Magnetization for a series of samples measured at 2, 5, 15, and 300 K [from top to bottom, indicated in panel (d)] for two orientations of the magnetic field: in-plane (solid squares) and perpendicular to the sample plane (open circles). Lines show modeling of the data by theory outlined in Sec. 7a1. The solid and dashed lines in panels (a) and (b) are calculated for the mixed anisotropy case considering the in-plane and perpendicular magnetic field, respectively. The fraction $y$ of grains with the $c$ axis perpendicular to the film plane and the effective Co concentration $x_{\text{eff}}\left(T\right)$ are the fitting parameters, whose values are displayed in panels (a) and (b) and in Table , respectively. The dotted lines in panels (c) and (d) represent the isotropic (randomized with respect to the $c$ axis) values of magnetization in polycrystalline films.

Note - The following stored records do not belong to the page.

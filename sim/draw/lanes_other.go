//go:build !amd64 || purego

package draw

// Without kernels a whole column is left to the scalar functions.

func uniformBlocks([]float64, uint64, uint64) (done int)     { return 0 }
func exponentialBlocks([]float64, uint64, uint64) (done int) { return 0 }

The orange dashed-dotted lines represent a considerably improved fit with an effective temperature $T_{\text{AF}}$ added to the calculations performed at the lowest temperature and displayed in Table .

Figure 13

(Main figure) A spin-glass-like behavior of two paramagnetic layers with the highest Co content. (Darker color) PM-4, $x\cong 16$$\%$; lighter one, PM-6, $x\cong 42$$\%$. Zero field cooled magnetization (ZFCM) and field cooled magnetization (FCM) measurements performed at 1 kOe, are indicated by arrows and marked by open triangles pointing towards increasing or decreasing temperature, respectively. Solid circles mark thermoremanent magnetization (TRM) (magnified 5 times for better presentation). Inset shows $T_f$ dependence on the transition metal content: $x_{\text{Mn}}$ in (Zn,Mn)O, open square from Ref. 69; $x_{\text{Co}}$ in (Zn,Co)S, solid hexagons from Ref. 70; and in (Zn,Co)O, solid triangle from Ref. 14 and bullets from this study.

Figure 14

A representative (volume) magnetization for a layer grown at 200${}^{\circ }$C (FM-2) measured at 2, 5, 15, and 300 K. Solid squares are obtained with the magnetic field applied parallel to the sample plane. For clarity the data obtained in perpendicular configuration are shown only for 300 K (open circles). Dotted lines indicate results of the modeling which assumes a presence of three independent magnetic contributions: PM, SP, and FM (planar superspin glass) one, as detailed in the text. The dashed line represents the magnitude and room temperature curvature of the superparamagnetic component, whereas the two solid lines represent (derived from sample FM-3) the ferromagneticlike component (with its anisotropy) (see Sec. 7b3).

Figure 15

Blocking phenomenon in a superparamagnetic sample (SP-1). (Main part) Temperature dependence of the zero field cooled (ZFCM), field cooled (FCM), and thermoremnant (TRM) magnetization. For a monodispersed ensemble $T_{\text{m}}$ corresponds to mean blocking temperature. Here, $T_{\text{Ir}}$ corresponds to the maximum volume of statistically relevant nanogranules. (Inset) Time evolution of the magnetization in these three magnetic states measured at 5 K (below $T_{\text{m}}$).

Figure 16

Magnetization of layer FM-3. (Main part) $M_{\text{A}}$, the magnetic moment per unit area at 300 K. Solid squares are obtained with the magnetic field applied in the sample plane; open circles, in perpendicular configuration. The dashed horizontal line indicates the estimated saturation level of the near-the-interface part of the layer which we use in conjunction with the low field data ($\left|H\right|<10$ kOe) to construct the standard data sets for this magnetic contribution $M_I\left(H\right)$, which has been employed in the modeling of the $M(H,T)$ presented in Fig. 14. The inset presents the low field in-plane zero field cooled (ZFCM) and field cooled (FCM) magnetization. The volume magnetization was obtained assuming the thickness of the Co-rich interface zone $t_I=4$ nm.